# Broke My Streak - Starting another one.



## spartanstew (Nov 16, 2005)

Well, I haven't been to the commercial theater in almost 10 years. Today, I decided to take the family out to the local AMC Theater to see Mega-Mind. I always tell people our dedicated theater has better picture and audio quality than a theater anyway, but it's been so long since I've been, I couldn't actually remember.

Bought our tickets online for the 3:10 showing. Showed up at 2:45 and had to wait in line to get our actual tickets. Stood in line for almost 10 minutes to get our Popcorn and Sodas.

Got into the actual theater at about 3:00 and not only wasn't there 4 seats together anywhere, but there was only one set of 2 seats together. So, my 8 year old and I sat next to each other and my wife sat on the other side of the theater with our 5 year old in her lap.

There was an infant behind us that cried during most of the movie. Not only that, but the audio and picture quality of the movie itself was pretty bad.

So, the total cost of this experience was just shy of $80 for the 4 of us, we didn't get to enjoy the movie together, the quality was worse than at home, and we had to listen to a crying baby the whole time.

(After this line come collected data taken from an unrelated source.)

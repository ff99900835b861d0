import { dayName } from './clock';
import { parseTimeOfDay, timeOfDayText } from './parse';
import { addDays } from './zone';

/** Every quarter hour of a day, as they are offered. */
export const quarterHours: readonly string[] = Array.from({ length: 96 }, (_, i) => timeOfDayText(i * 15));

/** The quarter hour nearest to what stands in a field; noon where nothing that is a time stands there. */
export const nearestQuarter = (text: string): string =>
  timeOfDayText((Math.round((parseTimeOfDay(text) ?? 720) / 15) * 15) % 1440);

/** The days around today, counted from it (negative for the past), each with its name. */
export function dayOptions(today: string, from: number, to: number): { value: string; label: string }[] {
  return Array.from({ length: to - from + 1 }, (_, i) => {
    const day = addDays(today, from + i);
    return { value: day, label: dayName(day, today) };
  });
}
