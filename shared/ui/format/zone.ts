/** Wall-clock arithmetic in a workshop's IANA zone, by the browser's own zone tables. Instants are epoch milliseconds. */

export interface LocalTime {
  year: number;
  /** 1…12 */
  month: number;
  day: number;
  hour: number;
  minute: number;
  second: number;
}

const made = new Map<string, Intl.DateTimeFormat>();

function partsFormat(zone: string): Intl.DateTimeFormat {
  let format = made.get(zone);
  if (!format) {
    format = new Intl.DateTimeFormat('en-GB', {
      timeZone: zone,
      year: 'numeric',
      month: 'numeric',
      day: 'numeric',
      hour: 'numeric',
      minute: 'numeric',
      second: 'numeric',
      hourCycle: 'h23',
    });
    made.set(zone, format);
  }
  return format;
}

/** What the clock and calendar of a zone show at an instant. Throws RangeError for an unknown zone. */
export function localTime(instant: number, zone: string): LocalTime {
  const found: Record<string, number> = {};
  for (const { type, value } of partsFormat(zone).formatToParts(instant)) found[type] = Number(value);
  const { year = 0, month = 0, day = 0, hour = 0, minute = 0, second = 0 } = found;
  return { year, month, day, hour, minute, second };
}

const asUtc = (t: LocalTime) => Date.UTC(t.year, t.month - 1, t.day, t.hour, t.minute, t.second);

/** How far the zone's clock is ahead of UTC at an instant, ms. */
const offsetAt = (instant: number, zone: string) => asUtc(localTime(instant, zone)) - Math.floor(instant / 1000) * 1000;

/**
 * The instant at which a zone's clock shows this time. A time that is skipped in spring moves on by the hour that is
 * missing; of a time that comes twice in autumn the first is meant.
 */
export function instantOf(local: LocalTime, zone: string): number {
  const wanted = asUtc(local);
  const before = wanted - offsetAt(wanted - 86_400_000, zone);
  if (asUtc(localTime(before, zone)) === wanted) return before;
  const after = wanted - offsetAt(wanted + 86_400_000, zone);
  return asUtc(localTime(after, zone)) === wanted ? after : before;
}

const two = (n: number) => String(n).padStart(2, '0');

/** The calendar day in a zone, '2026-06-09'. */
export function dayOf(instant: number, zone: string): string {
  const t = localTime(instant, zone);
  return `${String(t.year).padStart(4, '0')}-${two(t.month)}-${two(t.day)}`;
}

/** Whole calendar days from one 'YYYY-MM-DD' to another; negative backwards. */
export const daysBetween = (from: string, to: string): number =>
  Math.round((Date.parse(`${to}T00:00:00Z`) - Date.parse(`${from}T00:00:00Z`)) / 86_400_000);

/** The calendar day so many days later. */
export const addDays = (day: string, count: number): string =>
  new Date(Date.parse(`${day}T00:00:00Z`) + count * 86_400_000).toISOString().slice(0, 10);

/** The instant of 'YYYY-MM-DD' and minutes after midnight by the zone's clock. */
export function instantOfDay(day: string, minutes: number, zone: string): number {
  const [year = 1970, month = 1, dayOfMonth = 1] = day.split('-').map(Number);
  return instantOf(
    { year, month, day: dayOfMonth, hour: Math.floor(minutes / 60), minute: minutes % 60, second: 0 },
    zone,
  );
}
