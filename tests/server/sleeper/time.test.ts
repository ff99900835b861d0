/** What is due at the bench while the server's clock is set, summer time begins or ends, or the workshop moves. */
import { afterEach, beforeEach, describe, expect, test } from 'vitest';
import type { ChargeDto } from '@/shared/contract/charge';
import { Alert } from '@/server/entities/alert';
import { alertsOf, at, did, hour, makeBench, minute, running, seen, type Bench } from '../charges/bench';

let bench: Bench;
beforeEach(async () => {
  bench = await makeBench();
});
afterEach(() => bench.server.close());

const raised = (kind: Alert['kind'], one = bench) => one.server.deps.dataSource.manager.countBy(Alert, { kind });
const dueOf = (charge: ChargeDto) =>
  charge.lookIns.filter(({ doneAt }) => doneAt === null).map(({ dueAt }) => at(dueAt) - at(charge.startedAt));

describe('a server whose clock is set by an hour', () => {
  test('ahead: the look-in that has fallen due 30 min ago is told once, as missed; the later ones stay where they were', async () => {
    const charge = await running(bench, { spareId: await bench.spare('S-1') });
    await bench.live(30 * minute, 5 * minute);
    await bench.pass(hour);
    const after = await seen(bench, charge.id);
    expect(at(after.nextLookInAt) - at(charge.startedAt)).toBe(hour);
    expect(await raised('look-in-missed')).toBe(1);
    expect(dueOf(after)).toEqual([hour, 2 * hour]);
    expect(after.startedAt).toBe(charge.startedAt);
  });

  test('back: a look-in that was made stays made and is asked for no second time; the next comes at its own instant', async () => {
    const charge = await running(bench, { spareId: await bench.spare('S-1') });
    await bench.live(61 * minute, 5 * minute);
    const made = await did(bench, charge, 'look-ins', { note: 'cool' });
    expect(made.lookIns[0]!.doneAt).not.toBeNull();
    await bench.pass(-hour);
    await bench.live(hour + 30 * minute, 5 * minute);
    const after = await seen(bench, charge.id);
    expect(after.lookIns[0]).toEqual(made.lookIns[0]);
    expect(await raised('look-in-due')).toBe(1);
    expect(at(after.nextLookInAt) - at(charge.startedAt)).toBe(2 * hour);
    await bench.live(35 * minute, 5 * minute);
    expect(await raised('look-in-due')).toBe(2);
  });

  test('back, during which somebody looks in: the visit is kept, and no look-in is lost or doubled', async () => {
    const charge = await running(bench, { spareId: await bench.spare('S-1') });
    await bench.live(70 * minute, 5 * minute);
    await bench.pass(-hour);
    const visited = await did(bench, charge, 'look-ins', { note: 'cool' });
    expect(visited.lookIns.filter(({ doneAt }) => doneAt !== null)).toHaveLength(1);
    await bench.live(2 * hour, 5 * minute);
    const times = (await seen(bench, charge.id)).lookIns.map(({ dueAt }) => dueAt);
    expect(new Set(times).size).toBe(times.length);
  });

  test('back and ahead again (a wrong setting that is undone): every due instant is where it was', async () => {
    const charge = await running(bench, { spareId: await bench.spare('S-1') });
    await bench.live(20 * minute, 5 * minute);
    const before = await seen(bench, charge.id);
    await bench.pass(-hour);
    await bench.pass(hour);
    const after = await seen(bench, charge.id);
    for (const what of ['startedAt', 'currentEndAt', 'checkDueAt', 'nextLookInAt'] as const)
      expect(after[what], what).toBe(before[what]);
    expect(await raised('charge-done')).toBe(0);
  });
});

describe('a night of the change of summer time', () => {
  test.each([
    ['forward, 29 March 2026', '2026-03-28T23:40:00.000Z', ['01:40', '03:40']],
    ['back, 25 October 2026', '2026-10-24T23:40:00.000Z', ['02:40', '02:40']],
  ])('%s: look-ins come an hour apart, and are told by the clock on the wall', async (_, start, clocks) => {
    const night = await makeBench({ now: Date.parse(start) });
    try {
      const charge = await running(night, { spareId: await night.spare('S-1') });
      const first = at(charge.lookIns[0]!.dueAt);
      const told: string[] = [];
      const wall = new Intl.DateTimeFormat('en-GB', { timeZone: 'Europe/Berlin', hour: '2-digit', minute: '2-digit' });
      for (let place = 0; place < 2; place++) {
        const due = first + place * hour;
        await night.live(due - night.server.clock.now() + 1000, 10 * minute);
        expect(await raised('look-in-due', night)).toBe(place + 1);
        const now = await seen(night, charge.id);
        expect(at(now.nextLookInAt)).toBe(due);
        told.push(wall.format(due));
        await did(night, now, 'look-ins', { note: null });
      }
      expect(told).toEqual(clocks);
    } finally {
      await night.server.close();
    }
  });
});

describe('a workshop that changes its zone while a charge runs', () => {
  test('moves no instant, and tells them by the new clock', async () => {
    const charge = await running(bench, { spareId: await bench.spare('S-1') });
    await bench.live(10 * minute, 5 * minute);
    const before = await seen(bench, charge.id);
    const manager = bench.as('manager');
    const settings = (await manager.get('/api/workshop')).body as { rev: number };
    const moved = await manager
      .patch('/api/workshop', { zone: 'America/New_York' })
      .set('If-Match', `"${settings.rev}"`);
    expect(moved.status, JSON.stringify(moved.body)).toBe(200);
    const after = await seen(bench, charge.id);
    for (const what of ['startedAt', 'clipOnAt', 'currentEndAt', 'checkDueAt', 'nextLookInAt', 'ready'] as const)
      expect(after[what], what).toEqual(before[what]);
    expect(dueOf(after)).toEqual(dueOf(before));
    await bench.live(at(after.nextLookInAt) - bench.server.clock.now() + 1000, 5 * minute);
    expect(await raised('look-in-due')).toBe(1);
    // The alert at the end of current says when the check is due: by New York's clock, six hours behind Berlin's.
    await bench.live(at(after.currentEndAt) - bench.server.clock.now() + minute, 5 * minute);
    const done = (await alertsOf(bench)).find(({ kind }) => kind === 'charge-done')!;
    const hourOf = (zone: string) =>
      new Intl.DateTimeFormat('en-GB', { timeZone: zone, hour: '2-digit' }).format(at(after.checkDueAt));
    expect(`${done.seen} ${done.checkFirst}`).toContain(`check due ${hourOf('America/New_York')}:`);
    expect(`${done.seen} ${done.checkFirst}`).not.toContain(`${hourOf('Europe/Berlin')}:`);
  });
});

describe('a phone whose clock is 7 min off, uncorrected', () => {
  test('ahead: a reading of the future is refused with the clock’s time, not taken at a wrong one', async () => {
    const charge = await running(bench, { spareId: await bench.spare('S-1') });
    await bench.pass(30 * minute);
    const ahead = new Date(bench.server.clock.now() + 7 * minute).toISOString();
    const answer = await bench
      .as('technician')
      .post(`/api/charges/${charge.id}/readings`, { amps: '10', at: ahead })
      .set('Idempotency-Key', 'ahead-by-7-minutes');
    expect(answer.status).toBe(400);
    expect((answer.body as { fields: Record<string, string> }).fields.at).toMatch(/^10:37 is still to come\./);
  });

  test('up to a minute off is the network’s: it is taken as now, and never before the start', async () => {
    const charge = await running(bench, { spareId: await bench.spare('S-1') });
    const early = new Date(at(charge.startedAt) - 20_000).toISOString();
    const taken = await did(bench, charge, 'readings', { amps: '10', at: early });
    expect(taken.readings[0]!.at).toBe(charge.startedAt);
  });
});
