import { afterEach, beforeEach, describe, expect, it } from 'vitest';
import { alertsOf, did, hour, makeBench, minute, running, seen, type Bench } from '../charges/bench';
import { clock, hoursOf, onlyTwoWork } from './day';

describe('a look-in that nobody came for', () => {
  let bench: Bench;
  afterEach(() => bench.server.close());
  const begin = async (now: string, settings: object = {}) => {
    bench = await makeBench({ now: Date.parse(now) });
    await onlyTwoWork(bench);
    if (Object.keys(settings).length === 0) return;
    const { rev } = (await bench.as('manager').get('/api/workshop')).body as { rev: number };
    const change = bench.as('manager').patch('/api/workshop', settings);
    await change.set('If-Match', `"${rev}"`).expect(200);
  };
  const open = async (kind: string) =>
    (await alertsOf(bench)).filter((alert) => alert.kind === kind && alert.clearedAt === null);

  describe('by day', () => {
    beforeEach(() => begin(clock('10:00')));

    it('takes the place of the one that was due, and stands alone while further ones pass', async () => {
      const charge = await running(bench, { spareId: await bench.spare('S-1') });
      await bench.live(hour + 5 * minute);
      expect(await open('look-in-due')).toHaveLength(1);
      await bench.live(11 * minute);
      expect(await open('look-in-due')).toHaveLength(0);
      const [missed] = await open('look-in-missed');
      expect(missed).toMatchObject({ level: 'amber', title: `Look-in at ${charge.title}` });
      expect(missed!.seen).toBe('Nobody has looked in since 10:00.');
      await bench.live(65 * minute, 5 * minute);
      expect((await open('look-in-missed')).map(({ id }) => id)).toEqual([missed!.id]);
    });

    it('is none where a reading was logged', async () => {
      const charge = await running(bench, { spareId: await bench.spare('S-1') });
      await bench.live(hour + 5 * minute);
      await did(bench, await seen(bench, charge.id), 'readings', { terminalVolts: '7.80', amps: '10' });
      await bench.live(30 * minute);
      expect(await open('look-in-missed')).toEqual([]);
    });

    it('is missed after one interval where that is less than 15 min', async () => {
      await bench.server.close();
      await begin(clock('10:00'), { lookInMinutes: 10 });
      await running(bench, { spareId: await bench.spare('S-1') });
      await bench.live(19 * minute);
      expect(await open('look-in-missed')).toEqual([]);
      await bench.live(2 * minute);
      expect(await open('look-in-missed')).toHaveLength(1);
    });

    it('goes to who is there in place of a person who is away', async () => {
      const charge = await running(bench, { spareId: await bench.spare('S-1') });
      const { technician, foreman } = bench.server.own.people;
      expect(charge.person!.id).toBe(technician.id);
      await hoursOf(bench, technician.id, { daysOff: [{ from: '2026-06-09', to: '2026-06-09', note: null }] });
      await bench.live(hour + minute);
      expect((await open('look-in-due'))[0]!.for!.id).toBe(foreman.id);
      await bench.live(15 * minute);
      expect((await open('look-in-missed'))[0]!.for!.id).toBe(foreman.id);
    });
  });

  it('at night rings nobody where charges may run unattended, and is told when somebody comes', async () => {
    await begin(clock('16:30'), { unattendedCharges: true, minRestMinutes: 1200 });
    await running(bench, { spareId: await bench.spare('S-1') });
    await bench.live(15 * hour, 5 * minute);
    // It is 07:30, and the first comes at 08:00.
    expect(await open('look-in-missed')).toEqual([]);
    await bench.live(40 * minute, 5 * minute);
    expect(await open('look-in-missed')).toHaveLength(1);
  });

  it('at night is told where they may not', async () => {
    await begin(clock('16:30'));
    await running(bench, { spareId: await bench.spare('S-1') });
    await bench.live(80 * minute, 5 * minute);
    expect(await open('look-in-missed')).toHaveLength(1);
  });
});
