import { useState } from 'react';
import { View } from 'react-native';
import { useChangeAlertSettings } from '@/shared/client/alert-settings';
import { useContractForm, useFormField } from '@/shared/client/forms';
import { sentenceOf } from '@/shared/client/api-problem';
import { useLink } from '@/shared/client/link';
import { changeAlertSettingsSchema, type AlertSettingsDto } from '@/shared/contract/alert-settings';
import { FormStack } from '@/shared/ui/auth/form-stack';
import { ProblemLine } from '@/shared/ui/auth/problem-line';
import { BoundCheck } from '@/shared/ui/forms/bound';
import { MoreGroup } from '@/shared/ui/more/more-row';
import { Button } from '@/shared/ui/primitives/button';
import { TimeField } from '@/shared/ui/primitives/time-field';
import { useToast } from '@/shared/ui/primitives/toast';
import { Txt } from '@/shared/ui/primitives/txt';

/** Hours in which nothing makes a noise. */
export function QuietPart({ settings }: { settings: AlertSettingsDto }) {
  const change = useChangeAlertSettings();
  const toast = useToast();
  const offline = useLink().state === 'down';
  const [initial] = useState(() => ({
    quiet: settings.quiet ?? { from: '', to: '' },
    alarmsBreakThrough: settings.alarmsBreakThrough,
  }));
  const f = useContractForm({
    schema: changeAlertSettingsSchema,
    initial,
    draft: 'me.quiet-hours',
    send: async ({ quiet, alarmsBreakThrough }) => {
      await change.mutateAsync({ quiet, alarmsBreakThrough });
      f.clear({ quiet: quiet ?? { from: '', to: '' }, alarmsBreakThrough: alarmsBreakThrough ?? true });
      toast({ text: 'The quiet hours are saved.' });
    },
  });
  const off = useChangeAlertSettings();
  return (
    <MoreGroup title="Quiet hours">
      <FormStack>
        <Txt kind="small" tone="ink2">
          {settings.quiet
            ? `From ${settings.quiet.from} to ${settings.quiet.to} on the clock of the workshop. What comes in them is sent when they are over, if it is still open.`
            : 'None: every alert comes at once. Times are those of the workshop.'}
        </Txt>
        <TimeField label="From" {...useFormField(f, 'quiet.from')} />
        <TimeField label="To" {...useFormField(f, 'quiet.to')} />
        <BoundCheck
          form={f.form}
          name="alarmsBreakThrough"
          title="Alarms come all the same"
          meaning="A module too warm does not wait for the morning."
        />
        <ProblemLine text={f.problem ?? (off.error ? sentenceOf(off.error) : null)} />
        {offline ? (
          <View nativeID="quiet-offline">
            <Txt kind="small" tone="ink2">
              Saving needs the connection. What you type is kept.
            </Txt>
          </View>
        ) : null}
        <Button
          title="Save the quiet hours"
          look="line"
          busy={f.busy}
          disabled={offline}
          describedBy={offline ? 'quiet-offline' : undefined}
          onPress={() => void f.submit()}
        />
        {settings.quiet ? (
          <Button
            title="No quiet hours"
            look="line"
            busy={off.isPending}
            disabled={offline}
            describedBy={offline ? 'quiet-offline' : undefined}
            onPress={() =>
              off.mutate(
                { quiet: null },
                {
                  onSuccess: (after) =>
                    f.clear({ quiet: { from: '', to: '' }, alarmsBreakThrough: after.alarmsBreakThrough }),
                },
              )
            }
          />
        ) : null}
      </FormStack>
    </MoreGroup>
  );
}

I'm thinking it's going to be another 10 years before this happens again. Maybe I'll take my son when he graduates high school and see if things have improved.


----------



## txtommy (Dec 30, 2006)

I haven't been to a movie theater in at least 20 years for nearly identical reasons. Even worse is that after paying all that money, you find that the movie was over-hyped and your wanting to leave half-way through. At least at home you can just switch to another channel or put on a disc.


----------



## spartanstew (Nov 16, 2005)

txtommy said:


> I haven't been to a movie theater in at least 20 years for nearly identical reasons. *E**ven worse is that after paying all that money, you find that the movie was over-hyped and your wanting to leave half-way through.* At least at home you can just switch to another channel or put on a disc.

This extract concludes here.